* **Problem statement**
Each line from the first down to the one containing "5.5, coarse: 5.8" should be returned exactly as it appears below.

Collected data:
__________________________________________________
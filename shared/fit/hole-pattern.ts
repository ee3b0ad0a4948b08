import { checkDimension, figure, type Dimension, type Figure } from './dimension.js';
import { chancePositive, verdictOf, type SeatVerdict } from './verdict.js';

/** Clearance holes by ISO 273, mm: fine (H12), medium (H13), coarse (H14). */
export const clearanceHoles: Record<
  string,
  { readonly screw: number; readonly fine: number; readonly medium: number; readonly coarse: number }
> = {
  M2: { screw: 2, fine: 2.2, medium: 2.4, coarse: 2.6 },
  'M2.5': { screw: 2.5, fine: 2.7, medium: 2.9, coarse: 3.1 },
  M3: { screw: 3, fine: 3.2, medium: 3.4, coarse: 3.6 },
  M4: { screw: 4, fine: 4.3, medium: 4.5, coarse: 4.8 },
  M5: { screw: 5, fine: 5.3, medium: 5.5, coarse: 5.8 },
  M6: { screw: 6, fine: 6.4, medium: 6.6, coarse: 7.0 },
  M8: { screw: 8, fine: 8.4, medium: 9.0, coarse: 10.0 },
};

export interface HolePatternSide {
  readonly count: number | null;
  readonly circle: Dimension | null;
}

export interface HolePatternInput {
  /** The plate with clearance holes, or with slots that run along the radius or along the circle. */
  readonly holes: HolePatternSide & {
    readonly holeDiameter: Dimension | null;
    readonly slotTravel: Dimension | null;
    readonly slotAlong: 'radius' | 'circle' | null;
  };
  /** The tapped side. */
  readonly tapped: HolePatternSide & { readonly screw: string | null };
}

export interface HolePatternResult {
  readonly verdict: SeatVerdict;
  readonly trouble: 'count' | 'circle' | 'screw' | null;
  /** Radial play of a screw in its hole, slots included, minus the radius by which the circles differ, mm. */
  readonly margin: Figure | null;
  readonly chance: number | null;
  /** Radius by which the circles differ, mm. */
  readonly circleError: Figure | null;
  /** Angle through which slots along the circle let the plate turn, degrees. */
  readonly freeTurn: number | null;
  /** What ISO 273 would give the hole, mm. */
  readonly standard: { readonly fine: number; readonly medium: number; readonly coarse: number } | null;
  readonly missing: readonly string[];
}

/**
 * Screws through holes on a circle: all of them enter when (hole − screw) / 2 reaches the difference of the circle radii;
 * a slot along the radius adds half its travel, one along the circle lets the plate turn instead. Counts must be equal,
 * or the tapped count a multiple of the hole count. Lengths mm. RangeError for a screw outside M2 to M8.
 */
export function judgeHolePattern({ holes, tapped }: HolePatternInput): HolePatternResult {
  const missing = Object.entries({
    'holes.circle': holes.circle,
    'holes.holeDiameter': holes.holeDiameter,
    'holes.count': holes.count,
    'tapped.circle': tapped.circle,
    'tapped.screw': tapped.screw,
    'tapped.count': tapped.count,
  }).flatMap(([name, value]) => (value === null ? [name] : []));
  const standard = tapped.screw === null ? null : standardOf(tapped.screw);
  const nothing = { margin: null, circleError: null, freeTurn: null, standard, missing };
  if (holes.count !== null && tapped.count !== null && tapped.count % holes.count !== 0) {
    return { verdict: 'will-not-seat', trouble: 'count', chance: 0, ...nothing };
  }
  if (!holes.circle || !holes.holeDiameter || !tapped.circle || standard === null)
    return { verdict: 'not-known', trouble: null, chance: null, ...nothing };
  checkDimension(holes.circle, 'the hole circle');
  checkDimension(holes.holeDiameter, 'the hole diameter');
  checkDimension(tapped.circle, 'the tapped circle');
  const along = holes.slotTravel ? holes.slotAlong : null;
  const radialSlot = along === 'radius' ? holes.slotTravel! : null;
  const difference = (holes.circle.value - tapped.circle.value) / 2;
  const differenceUncertainty = Math.hypot(holes.circle.uncertainty, tapped.circle.uncertainty) / 2;
  const play = (holes.holeDiameter.value - standard.screw) / 2 + (radialSlot?.value ?? 0) / 2;
  const playUncertainty = Math.hypot(holes.holeDiameter.uncertainty, radialSlot?.uncertainty ?? 0) / 2;
  const margin = figure(play - Math.abs(difference), Math.hypot(playUncertainty, differenceUncertainty));
  const chance = chancePositive(margin);
  return {
    verdict: verdictOf(chance, margin.value, 0.1),
    trouble: chance >= 0.5 ? null : play < 0 ? 'screw' : 'circle',
    margin,
    chance,
    circleError: figure(Math.abs(difference), differenceUncertainty),
    freeTurn:
      along === 'circle' ? ((holes.slotTravel!.value / (tapped.circle.value / 2)) * 180) / Math.PI : null,
    standard,
    missing,
  };
}

function standardOf(screw: string): (typeof clearanceHoles)[string] {
  const found = clearanceHoles[screw.trim().toUpperCase()];
  if (!found) throw new RangeError('Screws from M2 to M8 (M2, M2.5, M3, M4, M5, M6, M8) are known here.');
  return found;
}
__________________________________________________
* **Written solution**
filename shared/fit/hole-pattern.ts
repository ee3b0ad0a4948b08
import { checkDimension, figure, type Dimension, type Figure } from './dimension.js';
import { chancePositive, verdictOf, type SeatVerdict } from './verdict.js';

/** Clearance holes by ISO 273, mm: fine (H12), medium (H13), coarse (H14). */
export const clearanceHoles: Record<
  string,
  { readonly screw: number; readonly fine: number; readonly medium: number; readonly coarse: number }
> = {
  M2: { screw: 2, fine: 2.2, medium: 2.4, coarse: 2.6 },
  'M2.5': { screw: 2.5, fine: 2.7, medium: 2.9, coarse: 3.1 },
  M3: { screw: 3, fine: 3.2, medium: 3.4, coarse: 3.6 },
  M4: { screw: 4, fine: 4.3, medium: 4.5, coarse: 4.8 },
  M5: { screw: 5, fine: 5.3, medium: 5.5, coarse: 5.8 },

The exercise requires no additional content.